"""The adjusted system under other weights: residuals, redundancies and tests of every observation, quickly.

Only the weights change: the linearisation, the pattern and the order of elimination are those of the adjustment.
"""

from __future__ import annotations

from dataclasses import dataclass
from functools import cached_property

import numpy as np

from adjust.adjustment import Adjustment
from adjust.arrays import BoolArray, FloatArray, IntArray
from adjust.covariance import Request, selected_blocks
from adjust.model import Block, State, build_model, whitened
from adjust.quality import LEAST_REDUNDANCY
from adjust.solver import Factor

SET_ASIDE = 1e-6
"""Weight √p of a row that takes no part: it says nothing, and a mark that hangs on nothing else still stays."""


@dataclass(frozen=True)
class Fit:
    """All observations under some weights; arrays (observations,), kind after kind.

    `energy` is |ε|² of the whitened residuals, `redundancy` the trace of their cofactor matrix M, `test` εᵀM⁻¹ε, that
    of the m = `checked` components that anything checks. Of rows set aside energy and redundancy are 0 and `test` is
    that of their distance from what the others say.
    """

    factor: Factor
    energy: FloatArray
    redundancy: FloatArray
    test: FloatArray
    checked: IntArray


class Weighted:
    """The system of an adjustment, to be fitted under any scale (observations,) of the sds."""

    def __init__(self, adjustment: Adjustment) -> None:
        self.adjustment = adjustment
        self.blocks: tuple[Block, ...] = build_model(adjustment.job, adjustment.unknowns).blocks
        sizes = [len(block.observations) for block in self.blocks]
        self.components: IntArray = np.repeat([block.components for block in self.blocks], sizes)
        self.of_system_row: IntArray = np.repeat(np.arange(len(self.components)), self.components)
        """Observation of each system row; rows of the datum follow these."""
        self.places = [slice(end - size, end) for size, end in zip(sizes, np.cumsum(sizes).tolist(), strict=True)]

    @cached_property
    def _entries(self) -> list[FloatArray | None]:
        """Whitened derivatives (rows, components, width) of the kinds that are correlated."""
        geometry = self.adjustment.geometry
        state = State(geometry, self.adjustment.orientations)
        return [
            whitened(block.whitening(geometry), block.linearise(state)[1]) if block.components > 1 else None
            for block in self.blocks
        ]

    def as_adjusted(self) -> Fit:
        """The fit under the weights of the adjustment, as far as possible from what that found out."""
        if any(block.components > 1 for block in self.blocks):
            return self._fitted(self.adjustment._factor, _Weights.unchanged(len(self.components)))
        leverage = 1.0 - np.concatenate([table.redundancy[:, 0] for table in self.adjustment.residuals])
        return self._fit(self.adjustment._factor, _Weights.unchanged(len(leverage)), leverage, ())

    def under(self, scale: FloatArray, aside: BoolArray) -> Fit:
        """The fit with the sds multiplied by `scale`, rows `aside` taking no part."""
        weights = _Weights(np.where(aside, SET_ASIDE, 1.0), scale, aside)
        rows = np.ones(self.adjustment._factor.matrix.shape[0])
        rows[: len(self.of_system_row)] = weights.row[self.of_system_row]
        return self._fitted(self.adjustment._factor.reweighted(rows), weights)

    def _fitted(self, factor: Factor, weights: _Weights) -> Fit:
        correlated = [block for block in self.blocks if block.components > 1]
        requests: list[Request] = [(block.columns, block.columns) for block in correlated]
        if not requests:
            nothing = np.zeros(0, dtype=np.int64)
            return self._fit(factor, weights, factor.selected_covariance(nothing, nothing).row_variances, ())
        selected = selected_blocks(factor, requests)
        return self._fit(factor, weights, selected.row_variances, selected.blocks)

    def _fit(self, factor: Factor, weights: _Weights, leverage: FloatArray, covariances: tuple[FloatArray, ...]) -> Fit:
        """`leverage` (system rows,) is diag(ÃCÃᵀ); `covariances` are those of the unknowns of correlated rows."""
        residual = factor.matrix @ factor.solution - factor.right_side
        energy, redundancy, test = np.zeros((3, len(self.components)))
        checked = np.zeros(len(self.components), dtype=np.int64)
        left = iter(covariances)
        for block, here, entries in zip(self.blocks, self.places, self._entries, strict=True):
            own = residual[block.system_rows].reshape(-1, block.components) / weights.part[here, None]
            if entries is None:
                around = leverage[block.system_rows][:, None, None]
            else:
                scaled = entries * weights.row[here, None, None]
                around = scaled @ next(left) @ scaled.transpose(0, 2, 1)
            cofactor = _cofactor(around, weights.part[here], weights.aside[here])
            test[here], checked[here] = tested(own, cofactor)
            takes_part = ~weights.aside[here]
            energy[here] = np.where(takes_part, np.sum(own**2, axis=1), 0.0)
            redundancy[here] = np.where(takes_part, np.einsum("rii->r", cofactor), 0.0)
        return Fit(factor, energy, np.maximum(redundancy, 0.0), test, checked)


@dataclass(frozen=True)
class _Weights:
    """Arrays (observations,): `part` is 1, or `SET_ASIDE` where `aside`; sds are multiplied by `scale`."""

    part: FloatArray
    scale: FloatArray
    aside: BoolArray

    @classmethod
    def unchanged(cls, count: int) -> _Weights:
        """Those of the adjustment."""
        return cls(np.ones(count), np.ones(count), np.zeros(count, dtype=bool))

    @cached_property
    def row(self) -> FloatArray:
        """What the rows of the adjusted system are multiplied with."""
        return self.part / self.scale


def _cofactor(leverage: FloatArray, part: FloatArray, aside: BoolArray) -> FloatArray:
    """M = I − ÃCÃᵀ of rows that take part; I + ãCãᵀ, ã of full weight, of those set aside (rows, m, m)."""
    around = leverage / part[:, None, None] ** 2
    signed: FloatArray = np.eye(leverage.shape[1]) + np.where(aside[:, None, None], around, -around)
    return signed


def tested(residual: FloatArray, cofactor: FloatArray) -> tuple[FloatArray, IntArray]:
    """εᵀM⁻¹ε (rows,) over the directions that anything checks, and how many those are.

    `residual` (rows, m), `cofactor` (rows, m, m).
    """
    if residual.shape[1] == 1:
        values, along = cofactor[:, :, 0], residual
    else:
        values, vectors = np.linalg.eigh(cofactor)
        along = np.einsum("rij,ri->rj", vectors, residual)
    seen = values > LEAST_REDUNDANCY
    test: FloatArray = np.sum(np.where(seen, along**2 / np.where(seen, values, 1.0), 0.0), axis=1)
    return test, np.count_nonzero(seen, axis=1)
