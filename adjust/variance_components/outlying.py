"""Which observations stand too far off to take part in judging their group.

Forward, with suspicion: an observation is set aside where T is far beyond the smallest of three scales of its group,
that of the bounded residuals, that of the median, and that of all others; of those that share a mark only the worst,
because the next fit says what remains of its neighbours. Backward, with care: judged from outside, by what the others
say of it, one that keeps within its bound takes part again, and for good. So what one blunder hides comes out, and what
it made look wrong comes back.
"""

from __future__ import annotations

from dataclasses import dataclass

import numpy as np
from scipy.special import ndtr

from adjust.arrays import BoolArray, FloatArray, IntArray
from adjust.quality import chi_square_quantile
from adjust.variance_components.fit import Fit

FAR = 4.0
"""Sds of a single residual: bounded influence copes with what is nearer."""

BY_CHANCE = float(2 * ndtr(-FAR))
"""One in sixteen thousand."""

LEAST_SHARE = 1e-3
"""Of the variance of a group that is left to judge by: exact data must not make every residual infinite."""


@dataclass(frozen=True)
class Neighbours:
    """The marks of each observation as pairs: entry `mark[i]` belongs to observation `observation[i]`."""

    observation: IntArray
    mark: IntArray
    marks: int

    def is_worst(self, far: FloatArray) -> BoolArray:
        """Whether each observation's figure (observations,) is the largest on all its marks; of equal ones, as those
        of two that only check each other, it is the first in the book."""
        order = np.empty(len(far), dtype=np.int64)
        order[np.argsort(-far, kind="stable")] = np.arange(len(far))
        first = np.full(self.marks, len(far))
        np.minimum.at(first, self.mark, order[self.observation])
        worst = np.ones(len(far), dtype=bool)
        worst[self.observation[order[self.observation] > first[self.mark]]] = False
        return worst


def set_aside(fit: Fit, square: FloatArray, group: IntArray, may_go: BoolArray, neighbours: Neighbours) -> BoolArray:
    """Which of the observations `may_go` to set aside now; `square` (groups,) is s² of each group."""
    far = np.where(may_go, fit.test / (smallest_square(fit, square, group) * _bounds(fit)), 0.0)
    far[far <= 1.0] = 0.0
    return (far > 0.0) & neighbours.is_worst(far)


def smallest_square(fit: Fit, square: FloatArray, group: IntArray) -> FloatArray:
    """The smallest of the three variances that the group of each observation may have without it (observations,)."""
    freedom = np.bincount(group, fit.redundancy, len(square))[group] - fit.checked
    energy = np.bincount(group, fit.energy, len(square))[group]
    with np.errstate(invalid="ignore", divide="ignore"):
        others = np.where(freedom >= 1.0, (energy - fit.test) / freedom, np.inf)
    smallest = np.minimum(np.minimum(square, _by_median(fit, group, len(square)))[group], others)
    return np.maximum(smallest, LEAST_SHARE * square[group])


def _by_median(fit: Fit, group: IntArray, groups: int) -> FloatArray:
    """s² (groups,) by the median of T over that of χ², which half of the observations leave alone (Hampel 1974,
    *J. American Statistical Association* 69, 383–393); infinite where a group has none."""
    square = np.full(groups, np.inf)
    taking_part = (fit.checked > 0) & (fit.redundancy > 0)
    relative = fit.test / _quantiles(0.5)[fit.checked]
    for number in range(groups):
        here = taking_part & (group == number)
        if here.any():
            square[number] = np.median(relative[here])
    return square


def taken_back(fit: Fit, square: FloatArray, group: IntArray, aside: BoolArray) -> BoolArray:
    """Observations set aside whose distance from what the others say keeps within its bound, on the scale of those."""
    return aside & (fit.test <= square[group] * _bounds(fit))


def _bounds(fit: Fit) -> FloatArray:
    """What T (observations,) may be on the scale of its group: the value that χ² passes `BY_CHANCE`."""
    bounds: FloatArray = _quantiles(1.0 - BY_CHANCE)[fit.checked]
    return bounds


def _quantiles(probability: float) -> FloatArray:
    """χ² of 0, 1, 2, 3 degrees of freedom; infinite for none, so that nothing is far from nowhere."""
    return np.array([np.inf, *(chi_square_quantile(probability, size) for size in (1, 2, 3))])
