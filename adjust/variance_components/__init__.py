"""How well the sds of each group of observations were stated: variance components, estimated and never applied."""

from adjust.variance_components.component import VarianceComponent
from adjust.variance_components.judging import variance_components

__all__ = ["VarianceComponent", "variance_components"]
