def displaced(job: Job, mark: int, role: int, away: FloatArray) -> Job:
    """Everything measured with the instrument, or to a target, beside its mark."""
    truth = adjust(job).geometry
    corrections = np.zeros((len(job.marks), 3))
    corrections[mark, :2] = away
    beside = truth.moved(corrections)
    kinds = []
    for rows in job.observations:
        here = (rows.marks[:, role] == mark) & (rows.kind != "control")
        change = rows.predict(beside) - rows.predict(truth)
        change = (change + np.pi) % (2 * np.pi) - np.pi if rows.unit == "rad" else change
        kinds.append(replace(rows, observed=rows.observed + np.where(here[:, None], change, 0.0)))
    return replace(job, observations=tuple(kinds))


@pytest.mark.parametrize(("nature", "role"), [("station", 0), ("target", 1)])
def test_an_instrument_or_target_beside_its_mark(nature: str, role: int) -> None:
    away = np.array([0.05, -0.04])
    found = only(displaced(measured("triangulation"), 7, role, away))
    assert (nature, 7) in one_of_these(found)
    assert {mark for _, mark in one_of_these(found)} == {7}
    assert is_about(found, away if found.hypothesis.nature == nature else -away)


@pytest.mark.parametrize(
    ("nature", "change"),
    [
        ("distance constant", lambda observed: 0.034 + 0.0 * observed),
        ("distance scale", lambda observed: 2e-4 * observed),
    ],
)
def test_what_all_distances_share(nature: str, change: Callable[[FloatArray], FloatArray]) -> None:
    job = observe(triangulation_grid(np.random.default_rng(1), 3, 3), np.random.default_rng(2))[0]
    kinds = tuple(
        replace(rows, observed=rows.observed + change(rows.observed)) if rows.table == "distances" else rows
        for rows in job.observations
    )
    found = only(replace(job, observations=kinds))
    assert found.hypothesis.nature == nature
    assert is_about(found, 0.034 if nature == "distance constant" else 2e-4)


def level_tower(scale: float) -> Job:
    """Two benchmarks 40 m apart in height, joined by three lines of levels read with staves of a wrong scale."""
    generator = np.random.default_rng(3)
    heights = {"A": 0.0, "B": 40.0, **{f"{line}{step}": 10.0 * step for line in "PQR" for step in (1, 2, 3)}}
    rows = []
    for line in "PQR":
        names = ["A", *(f"{line}{step}" for step in (1, 2, 3)), "B"]
        rises = pairwise(names)
        rows += [(a, b, (heights[b] - heights[a]) * (1 + scale) + generator.normal(0, 0.001)) for a, b in rises]
    held = {name: (None, None, height if name in "AB" else None) for name, height in heights.items()}
    return build_job(held, fixed_height=("A", "B"), levels=rows)


def test_a_scale_of_the_staves_is_among_what_explains_the_misclosure() -> None:
    """It looks like a wrong height of a benchmark: both are said, and neither line of the book is."""
    found = only(level_tower(5e-4))
    natures = {found.hypothesis.nature, *(other.nature for other in found.alternatives)}
    assert natures == {"staff scale", "control"}
    size = 40.0 * 5e-4 if found.hypothesis.nature == "control" else 5e-4
    assert abs(abs(found.estimated_error[0]) - size) < WITHIN * found.sd[0]


def test_blunders_are_not_explained_by_a_scale() -> None:
    """Scales of 100 % would explain any set of rises, if they were scales of what is written."""
    sources = ("levels.csv:5", "levels.csv:14", "levels.csv:28")
    planted = tuple(map(Planted, sources, (20.0, -7.0, 11.0)))
    job = measured("levelling", blunders=planted)
    assert {blunder.name for blunder in find_blunders(adjust(job)).blunders} == set(sources)


def test_a_control_coordinate() -> None:
    job = measured("triangulation")
    fixed = int(np.flatnonzero(job.marks.control[:, 0] == Control.FIXED)[1])
    given = job.marks.given.copy()
    given[fixed, 0] += 0.2
    found = only(replace(job, marks=replace(job.marks, given=given)))
    assert (found.hypothesis.nature, found.hypothesis.mark) == ("control", fixed)
    assert found.hypothesis.components == ("east",)
    assert is_about(found, 0.2)
    assert found.expected_value == pytest.approx(given[fixed, 0] - found.estimated_error)


def seen(findings: Findings) -> list[tuple[str, float, float, tuple[str, ...]]]:
    return [
        (one.name, float(one.estimated_error[0]), one.test, tuple(other.name for other in one.alternatives))
        for one in findings.blunders
    ]


THREE = (Planted("directions.csv:30", 3e-4), Planted("distances.csv:11", 0.05), Planted("directions.csv:70", -2e-4))


def test_the_same_job_has_the_same_findings() -> None:
    result = adjust(measured("triangulation", blunders=THREE))
    assert seen(find_blunders(result)) == seen(find_blunders(result))


def test_the_order_of_rows_and_kinds_does_not_matter() -> None:
    job = measured("triangulation", blunders=THREE)
    ours, theirs = (find_blunders(adjust(one)) for one in (job, shuffled(job, np.random.default_rng(2))))
    assert [one.name for one in ours.blunders] == [one.name for one in theirs.blunders]
    assert {one.name for one in ours.blunders} == {planted.source for planted in THREE}
    for one, other in zip(ours.blunders, theirs.blunders, strict=True):
        assert one.test == pytest.approx(other.test, rel=1e-6)
        assert {x.name for x in one.alternatives} == {x.name for x in other.alternatives}


def test_the_plainest_comes_first() -> None:
    found = find_blunders(adjust(measured("triangulation", blunders=THREE))).blunders
    margins = [one.test / one.critical for one in found]
    assert margins == sorted(margins, reverse=True)


@pytest.mark.parametrize("shape", ["levelling", "triangulation", "total station, ellipsoid", "GNSS", "mixed"])
def test_gross_and_small_errors_side_by_side(shape: str) -> None:
    """A whole reading wrong beside an error a hundred thousandth of it: both are found, the small one to its sd."""
    job = measured(shape, seed=2)
    place = next(number for number, rows in enumerate(job.observations) if rows.table != "marks")
    rows = job.observations[place]
    detectable = 4.13 * float(np.sqrt(rows.covariance(adjust(job).geometry)[3, 0, 0]))
    small = Planted(rows.provenance.label(3), 6 * detectable)
    gross = Planted(rows.provenance.label(len(rows) - 4), 1.5 if rows.unit == "rad" else 150.0)
    wrong = measured(shape, 2, (small, gross))
    findings = find_blunders(adjust(wrong))
    names = {name for one in findings.blunders for name in (one.name, *(other.name for other in one.alternatives))}
    assert {small.source, gross.source} <= names


def test_a_job_that_does_not_settle_is_searched_from_where_most_observations_agree() -> None:
    job = measured("total station, plane", seed=3)
    rows = next(rows for rows in job.observations if rows.kind == "direction")
    blunders = tuple(Planted(rows.provenance.label(row), 3.0) for row in (2, 14, 29))
    findings = find_blunders_of(measured("total station, plane", 3, blunders))
    assert {one.name for one in findings.blunders} >= {planted.source for planted in blunders}
    sound = adjust(job).geometry
    away = sound.frame.displacement(sound.coordinates, findings.state.geometry.coordinates)
    assert np.nanmax(np.abs(away)) < 0.01  # m


def test_rows_without_a_check_are_listed() -> None:
    """A spur to a mark that nothing else sees."""
    job = build_job(
        {"A": (None, None, 0.0), "B": None, "C": None, "S": None},
        fixed_height=("A",),
        levels=[("A", "B", 1.0), ("B", "C", 1.0), ("C", "A", -2.0), ("A", "B", 1.0005), ("C", "S", 3.0)],
    )
    findings = find_blunders(adjust(job))
    assert findings.unchecked == ("levels.csv:6",)
    assert findings.blunders == ()
    wrong = replace(job, observations=(replace(job.observations[0], observed=job.observations[0].observed + SPUR),))
    assert find_blunders(adjust(wrong)).blunders == ()


SPUR = np.array([[0.0], [0.0], [0.0], [0.0], [50.0]])
"""An error that only the row without a check has."""
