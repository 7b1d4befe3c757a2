"""The scale of the residuals of each group, by all of them, or so that no single one weighs much.

With ε the whitened residuals of an observation of m components, M their cofactor matrix (M = I − Ã C Ãᵀ of its rows,
its trace the redundancy r) and T = εᵀM⁻¹ε, which is χ² of m degrees of freedom (w² where m = 1), the factor s² of a
group solves

    Σ |ε|² min(1/s², c²/T) = Σ β r,    β = E min(T, c²) / m                                        (1)

Without a bound c it is vᵀPv / Σr, the almost unbiased estimate of Förstner (1979, *Ein Verfahren zur Schätzung von
Varianz- und Kovarianzkomponenten*, Allgemeine Vermessungs-Nachrichten 86, 446–453; from memory). With one it is
Proposal 2 of Huber (1964, *Annals of Mathematical Statistics* 35, 73–101, section 9; from memory) for the normalised
residuals, each with the share r that it has in the degrees of freedom; robust likelihoods of variance components bound
residuals so (Richardson & Welsh 1995, *Biometrics* 51, 1429–1439; from memory).
"""

from __future__ import annotations

from functools import cache

import numpy as np
from scipy.special import gammainc, gammaincc, gammainccinv

from adjust.arrays import FloatArray, IntArray

BOUND = 2.5
"""c of a single residual: one that is larger counts as one of 2.5 sds. On normal errors it adds 4 % to the variance of
the estimate; the worst blunder adds no more than c² = 6.25 to a sum of squares."""

STEPS = 60
STILL = 1e-9
"""Steps of the fixed point (1) at most, and the relative change of s² at which it has settled."""

SMALLEST = 1e-8
"""Of s²: residuals that vanish tell of exact data, not of a precision."""


@cache
def bound(components: int) -> float:
    """c² of T with so many components: left with the same probability as `BOUND` by one residual."""
    return float(2 * gammainccinv(components / 2, gammaincc(0.5, BOUND**2 / 2)))


@cache
def consistency(components: int) -> float:
    """β = E min(T, c²) / m for T of χ² with m degrees of freedom."""
    half, c = components / 2, bound(components)
    return float(gammainc(half + 1, c / 2) + c * gammaincc(half, c / 2) / components)


@cache
def inefficiency(components: int) -> float:
    """By how much the variance of ln s² exceeds that of the unbounded estimate on normal errors.

    An M-estimate of scale with χ(T) = min(T, c²) − mβ has the asymptotic variance E χ² / (E Tχ′)² (Huber 1981, *Robust
    Statistics*, section 5.2; from memory); unbounded it is 2/m.
    """
    m, c, half = components, bound(components), components / 2
    square = m * (m + 2) * gammainc(half + 2, c / 2) + c**2 * gammaincc(half, c / 2)
    slope = m * gammainc(half + 1, c / 2)
    return float((square - (m * consistency(m)) ** 2) / slope**2 * m / 2)


def plain_scales(energy: FloatArray, redundancy: FloatArray, group: IntArray, groups: int) -> FloatArray:
    """s² (groups,) of all residuals: Σ|ε|² over Σr; NaN where nothing is checked. Arrays (observations,)."""
    total = np.bincount(group, redundancy, groups)
    with np.errstate(invalid="ignore", divide="ignore"):
        return np.maximum(np.bincount(group, energy, groups) / total, SMALLEST)


def bounded_scales(
    energy: FloatArray, test: FloatArray, redundancy: FloatArray, components: IntArray, group: IntArray, groups: int
) -> FloatArray:
    """s² (groups,) by (1). All but `groups` are arrays (observations,): |ε|², T, r, m and the group of each."""
    sizes = np.arange(1, int(components.max(initial=1)) + 1).tolist()
    most = np.array([np.nan, *map(bound, sizes)])[components]
    share = np.array([np.nan, *map(consistency, sizes)])[components]
    expected = np.bincount(group, redundancy * share, groups)
    with np.errstate(invalid="ignore", divide="ignore"):
        cap = np.where(test > 0, most / test, np.inf)
        square = plain_scales(energy, redundancy, group, groups)
        for _ in range(STEPS):
            before = square
            found = np.bincount(group, energy * np.minimum(1.0 / square[group], cap), groups) / expected
            square = np.maximum(square * found, SMALLEST)
            if np.nanmax(np.abs(square / before - 1.0), initial=0.0) < STILL:
                break
    return square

## Work to complete
Take the records above and return, word for word, only the lines that fall from the line with "observation: IntArray" to the line with "BoolArray, neighbours: Neighbours)", both of them included.

## Solution
    observation: IntArray
    mark: IntArray
    marks: int

    def is_worst(self, far: FloatArray) -> BoolArray:
        """Whether each observation's figure (observations,) is the largest on all its marks; of equal ones, as those
        of two that only check each other, it is the first in the book."""
        order = np.empty(len(far), dtype=np.int64)
        order[np.argsort(-far, kind="stable")] = np.arange(len(far))
        first = np.full(self.marks, len(far))
        np.minimum.at(first, self.mark, order[self.observation])
        worst = np.ones(len(far), dtype=bool)
        worst[self.observation[order[self.observation] > first[self.mark]]] = False
        return worst


def set_aside(fit: Fit, square: FloatArray, group: IntArray, may_go: BoolArray, neighbours: Neighbours) -> BoolArray:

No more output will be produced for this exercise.